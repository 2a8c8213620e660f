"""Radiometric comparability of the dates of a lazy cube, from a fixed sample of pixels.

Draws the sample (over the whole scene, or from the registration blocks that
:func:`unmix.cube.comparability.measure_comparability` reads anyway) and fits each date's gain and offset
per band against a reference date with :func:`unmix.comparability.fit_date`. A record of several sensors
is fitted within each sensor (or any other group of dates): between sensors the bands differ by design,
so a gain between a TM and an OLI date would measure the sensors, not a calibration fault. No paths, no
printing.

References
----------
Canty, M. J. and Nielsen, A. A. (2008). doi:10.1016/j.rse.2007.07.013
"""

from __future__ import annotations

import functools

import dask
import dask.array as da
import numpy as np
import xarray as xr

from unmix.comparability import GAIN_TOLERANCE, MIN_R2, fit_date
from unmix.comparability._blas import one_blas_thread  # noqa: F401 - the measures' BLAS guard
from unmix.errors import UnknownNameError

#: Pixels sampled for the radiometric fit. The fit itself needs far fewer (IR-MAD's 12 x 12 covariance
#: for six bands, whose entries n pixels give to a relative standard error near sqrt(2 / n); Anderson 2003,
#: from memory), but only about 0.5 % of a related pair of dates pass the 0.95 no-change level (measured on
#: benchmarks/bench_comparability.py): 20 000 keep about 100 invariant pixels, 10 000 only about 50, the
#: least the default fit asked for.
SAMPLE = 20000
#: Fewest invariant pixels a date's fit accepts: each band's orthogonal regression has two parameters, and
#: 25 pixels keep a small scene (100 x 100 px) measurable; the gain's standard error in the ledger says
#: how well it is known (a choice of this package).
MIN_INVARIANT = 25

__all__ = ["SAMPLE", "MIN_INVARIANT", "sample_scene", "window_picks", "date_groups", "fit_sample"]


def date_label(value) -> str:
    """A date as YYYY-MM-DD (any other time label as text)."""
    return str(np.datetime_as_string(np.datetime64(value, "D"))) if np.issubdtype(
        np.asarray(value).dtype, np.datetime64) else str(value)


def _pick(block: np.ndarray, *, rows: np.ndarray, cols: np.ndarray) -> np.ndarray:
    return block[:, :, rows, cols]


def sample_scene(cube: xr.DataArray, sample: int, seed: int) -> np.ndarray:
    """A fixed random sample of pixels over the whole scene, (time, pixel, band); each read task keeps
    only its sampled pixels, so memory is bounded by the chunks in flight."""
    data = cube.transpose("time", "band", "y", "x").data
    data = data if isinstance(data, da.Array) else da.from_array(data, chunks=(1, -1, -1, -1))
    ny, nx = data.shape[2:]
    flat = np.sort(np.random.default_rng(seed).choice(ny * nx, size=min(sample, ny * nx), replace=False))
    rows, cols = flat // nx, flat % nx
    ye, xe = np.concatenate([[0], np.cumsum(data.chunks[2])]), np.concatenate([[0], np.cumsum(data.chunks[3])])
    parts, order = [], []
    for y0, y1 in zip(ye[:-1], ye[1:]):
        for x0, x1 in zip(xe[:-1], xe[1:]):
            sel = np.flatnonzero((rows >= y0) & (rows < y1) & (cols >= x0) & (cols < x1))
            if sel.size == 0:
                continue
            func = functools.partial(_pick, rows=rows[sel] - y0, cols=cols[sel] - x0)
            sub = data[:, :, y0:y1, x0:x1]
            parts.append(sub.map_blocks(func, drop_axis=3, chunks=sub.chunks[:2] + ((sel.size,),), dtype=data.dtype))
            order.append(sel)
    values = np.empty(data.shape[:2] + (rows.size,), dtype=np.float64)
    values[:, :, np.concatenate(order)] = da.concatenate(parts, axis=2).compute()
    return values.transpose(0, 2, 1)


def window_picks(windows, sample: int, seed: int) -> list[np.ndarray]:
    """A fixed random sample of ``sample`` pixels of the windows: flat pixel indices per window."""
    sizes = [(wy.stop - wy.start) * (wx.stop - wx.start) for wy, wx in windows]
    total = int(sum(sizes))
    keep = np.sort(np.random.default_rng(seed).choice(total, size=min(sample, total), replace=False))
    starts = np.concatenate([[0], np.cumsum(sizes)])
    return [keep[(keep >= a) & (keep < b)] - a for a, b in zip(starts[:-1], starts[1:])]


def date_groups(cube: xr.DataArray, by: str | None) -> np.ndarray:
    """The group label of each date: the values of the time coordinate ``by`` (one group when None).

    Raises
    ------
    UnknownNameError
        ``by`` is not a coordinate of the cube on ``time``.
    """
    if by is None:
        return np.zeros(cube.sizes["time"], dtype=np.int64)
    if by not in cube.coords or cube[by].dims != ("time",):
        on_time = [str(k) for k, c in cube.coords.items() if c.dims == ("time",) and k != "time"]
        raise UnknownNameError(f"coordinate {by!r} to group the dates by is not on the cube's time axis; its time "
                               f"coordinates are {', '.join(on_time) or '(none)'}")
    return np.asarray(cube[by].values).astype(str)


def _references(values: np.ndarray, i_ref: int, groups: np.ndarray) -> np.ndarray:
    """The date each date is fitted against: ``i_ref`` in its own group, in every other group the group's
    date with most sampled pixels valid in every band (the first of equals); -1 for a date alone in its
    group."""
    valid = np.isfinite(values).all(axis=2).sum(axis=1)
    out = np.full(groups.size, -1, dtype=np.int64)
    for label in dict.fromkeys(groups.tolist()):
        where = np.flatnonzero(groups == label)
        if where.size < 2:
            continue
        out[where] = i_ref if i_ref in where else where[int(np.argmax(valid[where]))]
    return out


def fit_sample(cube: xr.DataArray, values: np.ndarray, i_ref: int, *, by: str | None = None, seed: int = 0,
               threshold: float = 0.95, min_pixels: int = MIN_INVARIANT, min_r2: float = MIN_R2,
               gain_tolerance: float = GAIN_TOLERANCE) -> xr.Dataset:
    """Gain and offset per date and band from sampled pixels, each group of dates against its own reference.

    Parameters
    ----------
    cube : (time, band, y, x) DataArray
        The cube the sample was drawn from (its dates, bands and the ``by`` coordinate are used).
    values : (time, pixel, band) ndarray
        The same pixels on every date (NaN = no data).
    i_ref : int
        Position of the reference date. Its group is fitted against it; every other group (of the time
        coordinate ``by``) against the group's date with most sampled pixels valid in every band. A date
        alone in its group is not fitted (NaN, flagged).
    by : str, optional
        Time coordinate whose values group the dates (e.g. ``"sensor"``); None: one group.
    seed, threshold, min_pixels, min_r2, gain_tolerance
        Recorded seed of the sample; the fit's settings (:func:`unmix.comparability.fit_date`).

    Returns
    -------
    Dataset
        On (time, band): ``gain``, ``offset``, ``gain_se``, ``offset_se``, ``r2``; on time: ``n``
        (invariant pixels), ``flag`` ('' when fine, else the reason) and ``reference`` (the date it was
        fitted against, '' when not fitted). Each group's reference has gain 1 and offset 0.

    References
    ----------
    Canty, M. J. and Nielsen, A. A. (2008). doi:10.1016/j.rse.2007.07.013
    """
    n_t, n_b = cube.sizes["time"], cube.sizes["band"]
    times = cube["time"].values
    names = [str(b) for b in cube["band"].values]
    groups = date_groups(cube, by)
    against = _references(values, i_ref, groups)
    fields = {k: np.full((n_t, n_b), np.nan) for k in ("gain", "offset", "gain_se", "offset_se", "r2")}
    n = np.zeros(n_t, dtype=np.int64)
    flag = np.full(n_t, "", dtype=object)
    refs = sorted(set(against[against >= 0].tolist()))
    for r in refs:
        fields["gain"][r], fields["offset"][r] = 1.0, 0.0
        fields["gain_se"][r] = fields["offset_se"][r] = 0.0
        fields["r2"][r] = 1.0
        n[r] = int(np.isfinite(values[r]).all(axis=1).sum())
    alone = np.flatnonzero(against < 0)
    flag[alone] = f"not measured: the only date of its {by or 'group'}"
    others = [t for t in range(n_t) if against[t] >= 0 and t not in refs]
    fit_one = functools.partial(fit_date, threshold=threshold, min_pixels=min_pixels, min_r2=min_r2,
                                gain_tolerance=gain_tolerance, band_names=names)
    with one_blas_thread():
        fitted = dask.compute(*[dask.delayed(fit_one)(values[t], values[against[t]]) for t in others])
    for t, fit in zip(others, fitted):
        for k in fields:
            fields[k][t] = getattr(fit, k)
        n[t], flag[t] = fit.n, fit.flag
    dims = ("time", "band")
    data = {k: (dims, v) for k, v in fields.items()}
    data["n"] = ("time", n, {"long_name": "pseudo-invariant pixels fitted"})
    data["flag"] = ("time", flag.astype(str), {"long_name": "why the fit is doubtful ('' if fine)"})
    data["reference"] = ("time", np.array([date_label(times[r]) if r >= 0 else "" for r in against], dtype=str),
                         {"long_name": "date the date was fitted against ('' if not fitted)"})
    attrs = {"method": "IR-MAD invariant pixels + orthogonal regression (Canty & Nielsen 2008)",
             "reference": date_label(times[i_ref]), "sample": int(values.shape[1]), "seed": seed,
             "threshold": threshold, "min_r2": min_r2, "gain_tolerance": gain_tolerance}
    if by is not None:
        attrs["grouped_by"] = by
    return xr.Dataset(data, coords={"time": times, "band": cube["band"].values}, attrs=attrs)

• • • • •

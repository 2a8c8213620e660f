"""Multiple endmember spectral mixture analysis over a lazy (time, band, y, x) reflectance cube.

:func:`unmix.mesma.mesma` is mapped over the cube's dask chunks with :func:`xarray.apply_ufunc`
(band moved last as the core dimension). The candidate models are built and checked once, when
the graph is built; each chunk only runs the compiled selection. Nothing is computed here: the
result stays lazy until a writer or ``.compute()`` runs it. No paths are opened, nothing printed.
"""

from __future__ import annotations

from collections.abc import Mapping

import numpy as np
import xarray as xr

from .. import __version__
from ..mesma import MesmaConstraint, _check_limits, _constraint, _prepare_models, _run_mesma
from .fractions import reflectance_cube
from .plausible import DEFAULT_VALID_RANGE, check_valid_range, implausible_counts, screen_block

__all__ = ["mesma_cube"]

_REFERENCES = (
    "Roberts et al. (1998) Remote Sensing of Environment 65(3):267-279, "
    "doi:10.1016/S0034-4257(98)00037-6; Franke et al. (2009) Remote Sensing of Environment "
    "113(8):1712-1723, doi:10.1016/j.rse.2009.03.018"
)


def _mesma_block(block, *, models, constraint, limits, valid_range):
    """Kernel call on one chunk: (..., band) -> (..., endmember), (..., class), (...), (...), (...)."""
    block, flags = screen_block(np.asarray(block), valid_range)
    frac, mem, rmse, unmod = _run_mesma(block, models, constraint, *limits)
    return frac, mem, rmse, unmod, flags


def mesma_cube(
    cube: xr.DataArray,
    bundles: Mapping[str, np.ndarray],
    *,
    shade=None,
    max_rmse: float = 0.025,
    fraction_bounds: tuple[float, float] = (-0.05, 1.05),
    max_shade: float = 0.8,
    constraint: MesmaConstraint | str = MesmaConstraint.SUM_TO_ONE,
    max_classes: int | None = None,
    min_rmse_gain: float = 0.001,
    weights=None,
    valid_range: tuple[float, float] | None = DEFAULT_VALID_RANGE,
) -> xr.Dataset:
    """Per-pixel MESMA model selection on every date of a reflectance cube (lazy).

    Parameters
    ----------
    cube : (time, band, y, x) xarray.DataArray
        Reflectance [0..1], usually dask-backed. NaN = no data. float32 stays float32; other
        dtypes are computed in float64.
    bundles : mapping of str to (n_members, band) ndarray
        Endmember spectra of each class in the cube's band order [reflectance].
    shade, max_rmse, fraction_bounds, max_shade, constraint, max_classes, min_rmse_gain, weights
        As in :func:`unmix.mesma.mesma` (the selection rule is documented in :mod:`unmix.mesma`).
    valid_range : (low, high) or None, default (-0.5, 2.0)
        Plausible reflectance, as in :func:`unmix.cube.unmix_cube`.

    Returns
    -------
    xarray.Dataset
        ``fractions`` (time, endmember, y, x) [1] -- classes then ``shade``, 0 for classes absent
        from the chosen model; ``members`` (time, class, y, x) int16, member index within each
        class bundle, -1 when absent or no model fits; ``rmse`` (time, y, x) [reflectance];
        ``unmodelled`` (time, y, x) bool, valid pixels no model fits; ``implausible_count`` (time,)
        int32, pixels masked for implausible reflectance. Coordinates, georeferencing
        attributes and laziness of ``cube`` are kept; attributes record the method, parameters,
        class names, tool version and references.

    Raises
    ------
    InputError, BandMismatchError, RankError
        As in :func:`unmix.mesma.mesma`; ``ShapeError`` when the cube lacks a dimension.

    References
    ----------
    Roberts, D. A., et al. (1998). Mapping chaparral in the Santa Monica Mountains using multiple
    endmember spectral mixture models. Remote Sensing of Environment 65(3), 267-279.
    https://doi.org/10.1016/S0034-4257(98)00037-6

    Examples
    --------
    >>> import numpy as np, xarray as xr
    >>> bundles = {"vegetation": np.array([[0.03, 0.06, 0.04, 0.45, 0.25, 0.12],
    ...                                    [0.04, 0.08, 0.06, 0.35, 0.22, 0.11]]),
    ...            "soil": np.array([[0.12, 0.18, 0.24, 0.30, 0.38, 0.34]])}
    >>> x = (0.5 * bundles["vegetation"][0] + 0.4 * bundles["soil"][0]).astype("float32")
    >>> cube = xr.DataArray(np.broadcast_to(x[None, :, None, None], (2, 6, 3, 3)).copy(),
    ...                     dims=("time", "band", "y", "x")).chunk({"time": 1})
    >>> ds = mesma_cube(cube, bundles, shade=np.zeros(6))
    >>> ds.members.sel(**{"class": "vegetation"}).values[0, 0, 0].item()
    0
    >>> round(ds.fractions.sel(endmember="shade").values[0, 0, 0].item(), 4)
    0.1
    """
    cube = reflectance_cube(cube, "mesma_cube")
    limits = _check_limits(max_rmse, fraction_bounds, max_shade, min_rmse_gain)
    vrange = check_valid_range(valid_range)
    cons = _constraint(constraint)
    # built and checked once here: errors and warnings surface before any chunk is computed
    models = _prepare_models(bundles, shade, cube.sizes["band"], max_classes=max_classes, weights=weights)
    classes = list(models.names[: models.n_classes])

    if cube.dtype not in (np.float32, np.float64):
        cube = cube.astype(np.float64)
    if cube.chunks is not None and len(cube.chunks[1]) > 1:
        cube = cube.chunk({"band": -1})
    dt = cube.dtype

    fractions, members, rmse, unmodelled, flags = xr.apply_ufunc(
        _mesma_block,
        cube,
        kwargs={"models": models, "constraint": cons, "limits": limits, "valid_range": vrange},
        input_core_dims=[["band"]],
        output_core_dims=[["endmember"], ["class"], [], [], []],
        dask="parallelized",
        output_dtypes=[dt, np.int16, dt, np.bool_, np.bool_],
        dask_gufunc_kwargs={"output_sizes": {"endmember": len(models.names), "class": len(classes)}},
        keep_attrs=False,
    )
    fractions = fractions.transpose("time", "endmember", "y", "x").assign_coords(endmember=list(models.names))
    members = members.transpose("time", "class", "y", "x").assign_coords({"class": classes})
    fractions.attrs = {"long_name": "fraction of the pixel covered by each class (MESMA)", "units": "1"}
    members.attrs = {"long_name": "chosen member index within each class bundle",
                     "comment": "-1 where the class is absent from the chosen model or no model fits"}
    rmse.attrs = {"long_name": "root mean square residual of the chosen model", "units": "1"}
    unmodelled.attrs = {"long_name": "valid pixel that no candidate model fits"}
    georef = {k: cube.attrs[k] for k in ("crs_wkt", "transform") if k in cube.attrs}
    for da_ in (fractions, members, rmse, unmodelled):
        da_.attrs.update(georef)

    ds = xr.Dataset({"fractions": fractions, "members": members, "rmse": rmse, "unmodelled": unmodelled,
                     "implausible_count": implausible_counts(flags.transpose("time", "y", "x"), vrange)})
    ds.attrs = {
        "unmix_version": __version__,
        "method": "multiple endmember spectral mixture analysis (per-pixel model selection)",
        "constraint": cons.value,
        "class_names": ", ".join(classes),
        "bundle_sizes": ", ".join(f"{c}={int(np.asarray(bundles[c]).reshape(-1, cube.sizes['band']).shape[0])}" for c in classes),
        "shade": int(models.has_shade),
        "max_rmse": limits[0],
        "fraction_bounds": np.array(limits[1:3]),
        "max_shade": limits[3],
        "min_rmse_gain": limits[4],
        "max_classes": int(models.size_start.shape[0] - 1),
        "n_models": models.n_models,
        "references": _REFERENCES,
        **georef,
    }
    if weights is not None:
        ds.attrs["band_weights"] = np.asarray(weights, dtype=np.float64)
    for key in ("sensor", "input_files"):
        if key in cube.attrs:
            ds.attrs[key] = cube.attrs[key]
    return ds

• • • • •

TASK STATEMENT:
Give back exactly the lines above, from the line containing "gain_tolerance: float = GAIN_TOLERANCE)" through the line containing "values : (time, pixel, band) ndarray", with both end lines and nothing more.

ANSWER SPACE:
               gain_tolerance: float = GAIN_TOLERANCE) -> xr.Dataset:
    """Gain and offset per date and band from sampled pixels, each group of dates against its own reference.

    Parameters
    ----------
    cube : (time, band, y, x) DataArray
        The cube the sample was drawn from (its dates, bands and the ``by`` coordinate are used).
    values : (time, pixel, band) ndarray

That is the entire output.